#### [Instructions for the task]
Check every line of the data for the word "faults", and copy those that have it.

|---|

"""Invented studies for the tests of the paper: drawn returns, priced by the real analyses."""

from __future__ import annotations

import os
import subprocess
import sys
from collections.abc import Sequence
from dataclasses import asdict
from functools import cache
from typing import Any

import numpy as np
import pandas as pd
from tests.unit import group_examples

from lineproof.addresses import is_spread
from lineproof.analyses import ANALYSES
from lineproof.formation_summary import describe_formations
from lineproof.formed_tables import asset_names
from lineproof.frequency import FREQUENCIES
from lineproof.paper.context import Context
from lineproof.pricing import price_subperiod

HOSTILE = ["<script>alert(1);", "=cmd()|'calc'!A0", "R&D_50%", "{$x^2$}#~\\", "[2] food", "*Star"]
LONG = "The very long name of an index of everything that has ever been listed anywhere"
_KEYS = ["sort", "subperiod", "analysis", "variant", "asset", "term", "se_kind"]


def cut(
    sort: str, assets: Sequence[str], months: pd.PeriodIndex, *, ranked: bool, seed: int
) -> pd.DataFrame:
    """Monthly returns of assets with betas from 0.5 to 1.5, and alphas that fall with beta."""
    random = np.random.Generator(np.random.PCG64(seed))
    shape = (len(months), len(assets))
    betas = np.linspace(0.5, 1.5, len(assets))
    market = 0.006 + 0.045 * random.standard_normal(len(months))
    riskless = np.full(len(months), 0.003) + 0.0005 * random.standard_normal(len(months))
    excess = 0.004 * (1 - betas) + np.outer(market, betas) + 0.015 * random.standard_normal(shape)
    nothing = np.full(shape, np.nan)
    formed = ranked & np.array([not is_spread(asset) for asset in assets])
    wide = {
        "excess_return": excess,
        "n_members": np.where(formed, 30 + random.integers(0, 5, shape), np.nan),
        "mean_size": np.full(shape, 120.0) if ranked else nothing,
        "ante_beta": betas + 0.1 * random.standard_normal(shape) if ranked else nothing,
        "market_excess": np.repeat(market[:, None], len(assets), axis=1),
        "riskless": np.repeat(riskless[:, None], len(assets), axis=1),
    }
    frame = pd.DataFrame({name: values.T.ravel() for name, values in wide.items()})
    dates = months.to_timestamp(how="end").normalize().to_numpy().astype("datetime64[ms]")
    frame.insert(0, "date", np.tile(dates, len(assets)))
    frame.insert(0, "asset", np.repeat(list(assets), len(months)))
    frame.insert(0, "sort", sort)
    return frame


def subperiod(name: str, first: str, last: str, title: str | None = None) -> dict[str, Any]:
    """A subperiod as the pipeline lists it."""
    months = len(pd.period_range(first, last, freq="M"))
    title = title or f"{first[:4]}–{last[:4]}"
    return {"name": name, "title": title, "first": first, "last": last, "n_periods": months}


def counts(rows: list[tuple[str, str, str, str, str, float]]) -> pd.DataFrame:
    """Rows of the estimates that hold an estimate only."""
    frame = pd.DataFrame(
        rows, columns=["subperiod", "analysis", "variant", "asset", "term", "estimate"]
    )
    frame = frame.assign(sort="-", se_kind="-", n_periods=0, n_assets=0, status="ok", reason="")
    for column in (
        "se",
        "statistic",
        "df1",
        "df2",
        "p",
        "p_one_sided",
        "critical",
        "critical_one_sided",
    ):
        frame[column] = np.nan
    return frame


def sample_rows(
    periods: list[dict[str, Any]], intake: dict[str, Any], months: pd.PeriodIndex
) -> pd.DataFrame:
    """The sample's own numbers; the months' counts rise by one a month from 250."""
    rows = [("-", "intake", "rows", "all", term, n) for term, n in intake["rows"].items()]
    rows += [
        ("-", "intake", "fault", f"fault-{f['number']:02d}", "n_rows", f["n"])
        for f in intake["faults"]
    ]
    rows += [
        ("-", "intake", "screen", f"screen-{place}", term, each[term])
        for place, each in enumerate(intake["screens"], start=1)
        for term in ("n_rows", "n_securities")
    ]
    for place, month in enumerate(map(str, months)):
        rows.append(("-", "sample", "month", month, "n_securities", 250 + place % 200))
        rows.append(("-", "sample", "month", month, "n_with_beta", max(0, 200 + place % 150 - 24)))
    for each in periods:
        values = {
            "n_periods": each["n_periods"],
            "n_securities": 700,
            "n_security_periods": 253_112,
            "mean_alive": 281.25,
            "min_alive": 250,
            "max_alive": 1449,
            "n_entries": 320,
            "n_exits": 295,
            "mean_return": 0.0084,
            "sd_return": 0.0491,
        }
        rows += [(each["name"], "sample", "panel", "all", term, v) for term, v in values.items()]
    return counts(rows)


def group_rows(sort: str, assets: list[str], formed: list[str], seed: int) -> pd.DataFrame:
    """The numbers of groups that are drawn at each of some formations."""
    membership = group_examples.drawn_membership(assets, formed, seed)
    tables = (
        group_examples.formations(membership, assets, n_exits=1),
        group_examples.transitions(membership),
    )
    return describe_formations(sort, *tables, hold=12, last=group_examples.date(formed[-1]))


def facts(sorts: dict[str, dict[str, Any]], **changes: Any) -> dict[str, Any]:
    """What the paper knows of the study."""
    paper = {
        "authors": ["A. Author", "B. Author"],
        "main": next(iter(sorts)),
        "main_subperiod": "full",
        "alpha_errors": "hac",
        "line_weights": "ols",
        "line_errors": "errors_in_variables",
        "tables": "default",
        "figures": "default",
    }
    return {
        "name": "example",
        "title": "Is beta priced on the Kestrel Sound Exchange?",
        "market_name": "the Kestrel Sound Exchange",
        "market_build": None,
        "invented": True,
        "level": 0.05,
        "period": asdict(FREQUENCIES["monthly"]),
        "hac_lag": None,
        "missing_final_return": None,
        "final_return_by_reason": {},
        "screens": [{"column": "price", "at_least": 1}],
        "sources": [
            {
                "place": "data.returns",
                "file": "raw/returns.csv",
                "source": "Kestrel Sound Exchange (invented)",
                "access": "Made by this program.",
                "may_share": True,
            }
        ],
        "sorts": sorts,
        **changes,
        "paper": {**paper, **changes.get("paper", {})},
    }


def ranked_facts(
    title: str = "10 groups, equally weighted", groups: int | list[int] = 10
) -> dict[str, Any]:
    """What the paper knows of a ranked sort."""
    numbers = groups if isinstance(groups, list) else [groups]
    return {
        "title": title,
        "design": "single_window" if len(numbers) == 1 else "double_sort",
        "groups": numbers,
        "variables": ["size", "beta"][-len(numbers) :],
        "formation": f"at the end of each December, securities are ranked into {numbers} groups",
        "prior_betas": "that they are ranked on",
        "weights_label": "equally weighted, rebalanced monthly",
    }


INTAKE = {
    "rows": {
        "rows_read": 254_011,
        "rows_kept": 253_112,
        "rows_set_aside": 771,
        "exact_duplicates": 128,
        "rows_screened": 640,
    },
    "faults": [
        {"number": 8, "label": "a date that does not parse", "answer": "set aside", "n": 51},
        {"number": 15, "label": "a return below −100 %", "answer": "set aside", "n": 720},
        {"number": 7, "label": "blanks around a value", "answer": "repair", "n": 44},
        {"number": 16, "label": "a return of exactly −100 %", "answer": "flag", "n": 12},
    ],
    "screens": [{"label": "price at least 1", "n_rows": 640, "n_securities": 71}],
    "span": [],
}


def study(
    sorts: dict[str, tuple[dict[str, Any], Sequence[str]]],
    periods: list[dict[str, Any]],
    *,
    analyses: Sequence[str] = tuple(ANALYSES),
    intake: dict[str, Any] = INTAKE,
    has_riskless: bool = True,
    **changes: Any,
) -> Context:
    """Everything the paper needs for given sorts (facts and asset names) and subperiods."""
    first, last = min(p["first"] for p in periods), max(p["last"] for p in periods)
    months = pd.period_range(first, last, freq="M")
    whole = pd.concat(
        [
            cut(name, assets, months, ranked=said["design"] != "supplied", seed=4 + place)
            for place, (name, (said, assets)) in enumerate(sorts.items())
        ]
    )
    if not has_riskless:
        whole["riskless"] = np.nan
    frames = []
    for each in periods:
        start, end = pd.Period(each["first"], "M"), pd.Period(each["last"], "M")
        within = whole["date"].dt.to_period("M").between(start, end)
        frames.append(
            price_subperiod(
                whole[within], subperiod=each["name"], level=0.05, hac_lag=None, analyses=analyses
            )
        )
    frames.append(sample_rows(periods, intake, months))
    years = [str(month) for month in months if month.month == 12]
    for place, (name, (said, assets)) in enumerate(sorts.items()):
        if said["design"] != "supplied":
            frames.append(group_rows(name, [a for a in assets if a[0] == "p"], years, place))
    estimates = pd.concat(frames, ignore_index=True)[frames[0].columns]
    said = facts({name: about for name, (about, _) in sorts.items()}, **changes)
    return Context(estimates, periods, said, intake)


def groups(count: int) -> list[str]:
    """Names of ranked groups."""
    return [f"p{place:02d}" for place in range(1, count + 1)]


@cache
def usual() -> Context:
    """Three sorts over a full sample, five-year parts, and six months: too few for a joint test."""
    periods = [
        subperiod("full", "1990-01", "2009-12", "Full sample, 1990–2009"),
        *(subperiod(f"parts-{y}", f"{y}-01", f"{y + 4}-12") for y in range(1990, 2010, 5)),
        subperiod("short", "2009-07", "2009-12", "Jul 2009 – Dec 2009"),
    ]
    sorts = {
        "ten": (ranked_facts(), groups(10)),
        "ten_size": (ranked_facts("10 groups, size-weighted"), groups(10)),
        "sectors": (
            {"title": "Sector indices", "design": "supplied"},
            [
                "Agriculture",
                "Chemicals",
                "Energy",
                "Financials",
                "Machinery",
                "Retail",
                "Transport",
            ],
        ),
    }
    return study(sorts, periods)


@cache
def double() -> Context:
    """Three by four groups with their differences, and ten groups with theirs."""
    assets = [*asset_names(3, 4), "spread", "spread-01", "spread-02", "spread-03"]
    sorts = {
        "double": (ranked_facts("3 × 4 groups", [3, 4]), assets),
        "ten": (ranked_facts(), [*groups(10), "spread"]),
    }
    periods = [subperiod("full", "1990-01", "2009-12"), subperiod("late", "2000-01", "2009-12")]
    return study(sorts, periods)


@cache
def hostile() -> Context:
    """Supplied assets alone, 25 of them with names meant to break the formats, in one subperiod."""
    names = [*HOSTILE, LONG, *(f"Asset {place}" for place in range(8, 26))]
    sorts = {"given": ({"title": f"Supplied {HOSTILE[0]} & co", "design": "supplied"}, names)}
    intake = {**INTAKE, "faults": [], "screens": []}
    return study(
        sorts,
        [subperiod("full", "1990-01", "2009-12", f"{HOSTILE[0]} 100% {LONG}")],
        intake=intake,
        title=f"{HOSTILE[0]} & {HOSTILE[2]}",
        market_name=HOSTILE[3],
        invented=False,
        missing_final_return=-0.3,
        sources=[],
    )


@cache
def many() -> Context:
    """Thirty overlapping subperiods and 25 groups."""
    periods = [subperiod(f"y{y}", f"{y}-01", f"{y + 3}-12") for y in range(1960, 1990)]
    paper = {"main_subperiod": "y1960", "line_errors": "misspecification_robust_hac"}
    return study({"many": (ranked_facts("25 groups", 25), groups(25))}, periods, paper=paper)


def printed_under_hash_seeds(code: str) -> set[str]:
    """What a program prints where hashes are in another order."""
    return {
        subprocess.run(
            [sys.executable, "-c", code],
            env={**os.environ, "PYTHONHASHSEED": seed},
            capture_output=True,
            text=True,
            check=True,
        ).stdout
        for seed in ("0", "1")
    }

|---|

#### [Response to this task]
        for f in intake["faults"]
    "faults": [
    intake = {**INTAKE, "faults": [], "screens": []}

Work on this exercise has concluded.